Methane-producing microbes may be responsible for the largest mass extinction in Earth’s history.David L. Chandler | MIT News Office
March 31, 2014Evidence left at the crime scene is abundant and global: Fossil remains show that sometime around 252 million years ago, about 90 percent of all species on Earth were suddenly wiped out — by far the largest of this planet’s five known mass extinctions. But pinpointing the culprit has been difficult, and controversial.
Now, a team of MIT researchers may have found enough evidence to convict the guilty parties — but you’ll need a microscope to see the killers.
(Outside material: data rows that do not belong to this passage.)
import { roundHalfAway } from './round-half-away';
/** Strength classes of an ENSO event by its peak |index|. */
export type EventStrength = 'weak' | 'moderate' | 'strong' | 'very strong';

/**
 * Strength class by peak |value|: weak from 0.5, moderate from 1.0, strong from 1.5, very strong
 * from 2.0 (°C for the ONI). Common practice — widely used for the ONI, but not an official NOAA CPC
 * category and without a formal source. Values below 0.5 are still called weak (an event found
 * with a lower threshold).
 */
export function eventStrength(peakAbs: number): EventStrength {
  if (peakAbs >= 2) return 'very strong';
  if (peakAbs >= 1.5) return 'strong';
  if (peakAbs >= 1) return 'moderate';
  return 'weak';
}

/** Thresholds of the strength classes, weakest first (common practice, as eventStrength). */
const CLASS_THRESHOLDS: [number, EventStrength][] = [
  [2, 'very strong'],
  [1.5, 'strong'],
  [1, 'moderate'],
];

/**
 * Strength class by the highest class threshold the event's index meets (|value| at or beyond it,
 * on the event's side) in at least `seasons` consecutive overlapping seasons (default 3), rather than
 * by a single peak value; values are compared after roundHalfAway to `roundTo` decimals when given,
 * as the published index tables are. `values` are the event's months in order, signed (+1 warm,
 * −1 cold by `phase`). An event meeting no higher class for long enough is weak. Common practice
 * (the class boundaries have no formal source; the three-season persistence mirrors how the
 * classes are usually applied to the ONI [memory]).
 */
export function sustainedStrength(values: ArrayLike<number>, phase: 1 | -1, options: { seasons?: number; roundTo?: number } = {}): EventStrength {
  const seasons = options.seasons ?? 3;
  for (const [threshold, strength] of CLASS_THRESHOLDS) {
    let run = 0;
    for (let i = 0; i < values.length; i++) {
      const raw = phase * values[i];
      const v = options.roundTo === undefined || raw !== raw ? raw : roundHalfAway(raw, options.roundTo);
      run = v >= threshold ? run + 1 : 0;
      if (run >= seasons) return strength;
    }
  }
  return 'weak';
}
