import type { FigureRecipe, SeriesBinding } from '@upwell/common';

/** Every series a recipe binds (series, index, tendency, budget terms, carbon series), in recipe order. */
export function recipeBindings(recipe: FigureRecipe | Record<string, unknown> | null | undefined): SeriesBinding[] {
  if (!recipe) return [];
  const r = recipe as Record<string, unknown>;
  const out: SeriesBinding[] = [];
  const push = (b: unknown) => {
    if (b && typeof b === 'object' && typeof (b as SeriesBinding).seriesId === 'string') out.push(b as SeriesBinding);
  };
  push(r.index);
  push(r.series);
  push(r.tendency);
  if (Array.isArray(r.terms)) for (const t of r.terms) push((t as { series?: unknown })?.series);
  if (Array.isArray(r.carbon)) for (const c of r.carbon) push(c);
  return out;
}

/** True when the recipe follows the latest version of this series (so a new version changes it). */
export function followsLatest(recipe: FigureRecipe | Record<string, unknown> | null | undefined, seriesId: string): boolean {
  return recipeBindings(recipe).some((b) => b.seriesId === seriesId && (b.version === undefined || b.version === 'latest'));
}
The perpetrators, this new work suggests, were not asteroids, volcanoes, or raging coal fires, all of which have been implicated previously. Rather, they were a form of microbes — specifically, methane-producing archaea called Methanosarcina — that suddenly bloomed explosively in the oceans, spewing prodigious amounts of methane into the atmosphere and dramatically changing the climate and the chemistry of the oceans.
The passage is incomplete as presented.